* [Problem statement] The answer must be every line below that contains the string "each".

* [Listed records]
○ ○ ○ ○ ○ ○ ○
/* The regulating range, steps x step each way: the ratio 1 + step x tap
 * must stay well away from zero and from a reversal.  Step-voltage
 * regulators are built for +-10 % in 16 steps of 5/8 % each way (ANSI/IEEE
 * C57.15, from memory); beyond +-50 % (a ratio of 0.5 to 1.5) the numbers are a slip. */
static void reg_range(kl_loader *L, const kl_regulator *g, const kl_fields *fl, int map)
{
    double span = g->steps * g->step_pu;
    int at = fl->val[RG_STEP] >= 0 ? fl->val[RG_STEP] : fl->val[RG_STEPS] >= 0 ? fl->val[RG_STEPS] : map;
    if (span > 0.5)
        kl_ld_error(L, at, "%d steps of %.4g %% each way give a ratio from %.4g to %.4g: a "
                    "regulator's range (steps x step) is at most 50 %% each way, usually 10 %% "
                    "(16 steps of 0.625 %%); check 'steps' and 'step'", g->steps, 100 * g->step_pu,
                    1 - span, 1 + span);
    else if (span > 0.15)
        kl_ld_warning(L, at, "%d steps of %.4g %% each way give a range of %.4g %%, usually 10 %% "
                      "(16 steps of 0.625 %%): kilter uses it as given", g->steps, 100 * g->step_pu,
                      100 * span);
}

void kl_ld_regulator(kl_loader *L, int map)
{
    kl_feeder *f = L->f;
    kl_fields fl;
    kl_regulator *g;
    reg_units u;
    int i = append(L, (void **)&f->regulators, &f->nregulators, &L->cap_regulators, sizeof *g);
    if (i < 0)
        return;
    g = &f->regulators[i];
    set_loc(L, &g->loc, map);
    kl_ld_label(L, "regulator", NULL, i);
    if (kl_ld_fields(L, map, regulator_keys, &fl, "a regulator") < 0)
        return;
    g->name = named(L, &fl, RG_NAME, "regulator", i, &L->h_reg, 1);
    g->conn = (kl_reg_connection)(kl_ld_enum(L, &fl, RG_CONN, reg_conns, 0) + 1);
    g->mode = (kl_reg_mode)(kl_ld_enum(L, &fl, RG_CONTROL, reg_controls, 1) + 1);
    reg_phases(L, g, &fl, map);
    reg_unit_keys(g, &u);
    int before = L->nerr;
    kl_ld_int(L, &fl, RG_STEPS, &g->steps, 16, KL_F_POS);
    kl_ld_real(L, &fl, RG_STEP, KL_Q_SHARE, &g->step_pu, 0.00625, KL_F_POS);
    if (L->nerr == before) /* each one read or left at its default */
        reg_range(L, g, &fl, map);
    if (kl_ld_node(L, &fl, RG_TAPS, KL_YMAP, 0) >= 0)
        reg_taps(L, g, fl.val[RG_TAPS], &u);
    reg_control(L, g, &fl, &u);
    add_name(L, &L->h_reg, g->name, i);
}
○ ○ ○ ○ ○ ○ ○
* [Task result]
/* The regulating range, steps x step each way: the ratio 1 + step x tap
 * regulators are built for +-10 % in 16 steps of 5/8 % each way (ANSI/IEEE
        kl_ld_error(L, at, "%d steps of %.4g %% each way give a ratio from %.4g to %.4g: a "
                    "regulator's range (steps x step) is at most 50 %% each way, usually 10 %% "
        kl_ld_warning(L, at, "%d steps of %.4g %% each way give a range of %.4g %%, usually 10 %% "
    if (L->nerr == before) /* each one read or left at its default */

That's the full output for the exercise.